* **Your objective**:
Copy out, from the entries below, each line that holds the string "readQuestion".

* **Available records**:
import { HOLE_MISHAPS, type Me, type Units } from '@rivetside/shared';
import type { QueryClient } from '@tanstack/react-query';
import { useCallback, useMemo } from 'react';
import { FaultSummary } from '../components/fault-summary';
import { NoPermissionPage } from '../components/pages/no-permission-page';
import { CardSkeleton } from '../components/skeletons';
import {
  blankDraft,
  changedFrom,
  isEmptyDraft,
  type AskDraft,
  type AskedPlace,
} from '../features/ask/ask-draft';
import { AskLayout } from '../features/ask/ask-layout';
import { AudienceFields } from '../features/ask/audience-fields';
import { KeptDraft, ThrowAway } from '../features/ask/kept-draft';
import { MetBefore } from '../features/ask/met-before';
import { buildsOfAsker, kitsToAsk } from '../features/ask/queries';
import { faultsWithin, readQuestion, type Faults } from '../features/ask/read-question';
import { SendBar } from '../features/ask/send-bar';
import { TroubleCard } from '../features/ask/trouble-card';
import { useAddressPlace } from '../features/ask/use-address-place';
import { useFaults } from '../features/ask/use-faults';
import { useMetBefore } from '../features/ask/use-met-before';
import { useSending } from '../features/ask/use-sending';
import { chaptersToAskIn, useWhere, type Where } from '../features/ask/use-where';
import { WherePart } from '../features/ask/where-part';
import { onOtherLine, usualCard } from '../features/hole-card/card-of-line';
import type { HoleCardFields } from '../features/hole-card/hole-card-fields';
import { HoleCardForm } from '../features/hole-card/hole-card-form';
import { HoleCardChecked, HoleCardDrawn } from '../features/hole-card/hole-card-outcome';
import { readHoleCard, type HoleCardReading } from '../features/hole-card/read-hole-card';
import { useHoleCard } from '../features/hole-card/use-hole-card';
import type { DraftPhoto } from '../features/photos/draft-photo';
import { DraftPhotos } from '../features/photos/draft-photos';
import { photoWire } from '../features/photos/photo-wire';
import { sendPhotos } from '../features/photos/send-photos';
import { useDraft, type Draft } from '../lib/drafts';
import { usePageTitle } from '../lib/page-title';
import { randomKey } from '../lib/random-key';
import { useActor } from '../lib/session';
import { useTimes } from '../lib/times';
import { useUnits } from '../lib/units';

type Asking = AskDraft<HoleCardFields, DraftPhoto>;

export const handle = { crumbs: () => [{ label: 'Questions', to: '/questions' }, { label: 'Ask' }] };

/** Begun, not waited for: without a network the draft is still there to be written on. */
export const loader = (queryClient: QueryClient) => () => {
  void queryClient.prefetchQuery(kitsToAsk);
  void queryClient.prefetchQuery(buildsOfAsker);
  return null;
};

type PhotoUpdate = (photos: readonly DraftPhoto[]) => readonly DraftPhoto[];

const NO_FAULTS: Faults = {};
const NOTHING_YET = blankDraft<HoleCardFields, DraftPhoto>();

export function Component() {
  usePageTitle('Ask');
  const me = useActor();
  const draftKey = `ask:${me.id}`;
  const draft = useDraft<Asking>(draftKey, NOTHING_YET);
  if (chaptersToAskIn(me).length === 0)
    return (
      <NoPermissionPage>
        <p>You ask in a chapter where you are a builder. Its chapter admin can make you one.</p>
      </NoPermissionPage>
    );
  if (!draft.loaded) return <CardSkeleton />;
  return <AskForm key={draftKey} draftKey={draftKey} draft={draft} me={me} />;
}

interface AskFormProps {
  readonly draftKey: string;
  readonly draft: Draft<Asking>;
  readonly me: Me;
}

/** Names the photos of the draft at the server, after sending whatever is not there yet. */
async function sendAll(
  photos: readonly DraftPhoto[],
  update: (next: PhotoUpdate) => void,
): Promise<string[]> {
  const keep = ({ key, sent }: DraftPhoto) =>
    update((old) => old.map((one) => (one.key === key ? { ...one, sent } : one)));
  const all = await sendPhotos(photoWire, photos, keep);
  return all.flatMap(({ sent }) => sent?.id ?? []);
}

/** The hole card of the draft, or what it begins with on the chosen hole line. */
function useAskedCard(asked: Asking, where: Where, units: Units) {
  const { drawn } = where;
  const fields = useMemo(() => asked.holeCard ?? usualCard(drawn, units), [asked.holeCard, drawn, units]);
  return { fields, hole: useHoleCard(fields, units) };
}

/** The card follows the place: another hole line is drawn otherwise. */
function cardAt(place: AskedPlace, { section }: Where, old: Asking, units: Units): HoleCardFields | null {
  if (place.holeLineId === old.place.holeLineId) return old.holeCard;
  const line = section?.holeLines.find(({ id }) => id === place.holeLineId);
  return onOtherLine(old.holeCard, line && section ? { line, critical: section.critical } : null, units);
}

const NO_CARD = { holeCard: null, holeCardErrors: {} };

function AskForm({ draftKey, draft, me }: AskFormProps) {
  const units = useUnits();
  const times = useTimes();
  const { value, set, savedAt } = draft;
  const { asked, ...where } = useWhere(value, me);
  const address = useAddressPlace(draft);
  const isHole = asked.mishap !== null && HOLE_MISHAPS.includes(asked.mishap);
  const { fields, hole } = useAskedCard(asked, where, units);
  const met = useMetBefore(asked, isHole ? hole.card : null);
  const faults = useFaults();
  const filledIn = { ...asked, holeCard: fields };

  const setPhotos = useCallback(
    (update: PhotoUpdate) => set((old) => ({ ...old, photos: update(old.photos) })),
    [set],
  );
  const change = (next: Asking) => set((old) => ({ ...old, ...changedFrom(asked, next) }));
  const setFields = useCallback((holeCard: HoleCardFields) => set((old) => ({ ...old, holeCard })), [set]);
  const setPlace = (place: AskedPlace) =>
    set((old) => ({ ...old, place, holeCard: cardAt(place, where, old, units) }));

  const sending = useSending({
    draftKey,
    draft,
    askedById: me.id,
    sendPhotos: () => sendAll(value.photos, setPhotos),
    onRefused: (error) => {
      const { errors } = faults.refused(error, filledIn, hole.reading.fieldOf);
      // They wait for a question a few days only: then they are sent anew, as others.
      if (errors['photoIds'])
        setPhotos((old) => old.map((one) => ({ ...one, key: randomKey(), sent: null })));
    },
  });

  const read = ({ card, errors }: Pick<HoleCardReading, 'card' | 'errors'>) =>
    readQuestion(asked, {
      line: where.line,
      ...(isHole ? { holeCard: card, holeCardErrors: errors } : NO_CARD),
    });
  function handleSubmit() {
    if (sending.standing !== 'writing') return;
    // Read anew: what the drawing shows may be a keystroke behind.
    const { question, errors } = read(readHoleCard(fields, units));
    if (!question) return faults.refuse(errors);
    faults.clear();
    set((old) => ({ ...old, handedOver: question }));
  }
  const errors = faults.tries === 0 ? NO_FAULTS : faults.standing(filledIn, read(hole.reading).errors);

  return (
    <AskLayout
      onSubmit={handleSubmit}
      isLocked={sending.standing !== 'writing'}
      keptAt={savedAt && times.time(savedAt.toISOString())}
      summary={
        address.isInTheWay ? (
          <KeptDraft title={value.title} onGoOn={address.goOn} onBeginAnew={address.beginAnew} />
        ) : (
          <FaultSummary title="Not sent yet:" faults={faults.summary(errors)} tries={faults.tries} />
        )
      }
      where={
        <WherePart where={where} units={units} errors={errors} onPlace={setPlace}>
          <AudienceFields
            draft={asked}
            onChange={change}
            builds={where.builds}
            chapters={where.chapters}
            errors={errors}
          />
        </WherePart>
      }
      trouble={<TroubleCard draft={asked} onChange={change} errors={errors} />}
      hole={
        isHole
          ? {
              form: (
                <HoleCardForm
                  value={fields}
                  onChange={setFields}
                  units={units}
                  reading={hole.reading}
                  errors={faultsWithin('holeCard', errors)}
                  drill={where.line?.drill}
                  isRivetSet={asked.mishap === 'badRivet'}
                />
              ),
              drawing: <HoleCardDrawn hole={hole} units={units} onChange={setFields} />,
              check: <HoleCardChecked hole={hole} units={units} />,
            }
          : null
      }
      photos={<DraftPhotos photos={value.photos} onChange={setPhotos} error={errors['photoIds']} />}
      metBefore={<MetBefore {...met} />}
      send={<SendBar standing={sending.standing} onTakeBack={sending.takeBack} />}
      foot={!isEmptyDraft(value) && <ThrowAway onThrowAway={() => set(NOTHING_YET)} />}
    />
  );
}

* **Answer**:
import { faultsWithin, readQuestion, type Faults } from '../features/ask/read-question';
    readQuestion(asked, {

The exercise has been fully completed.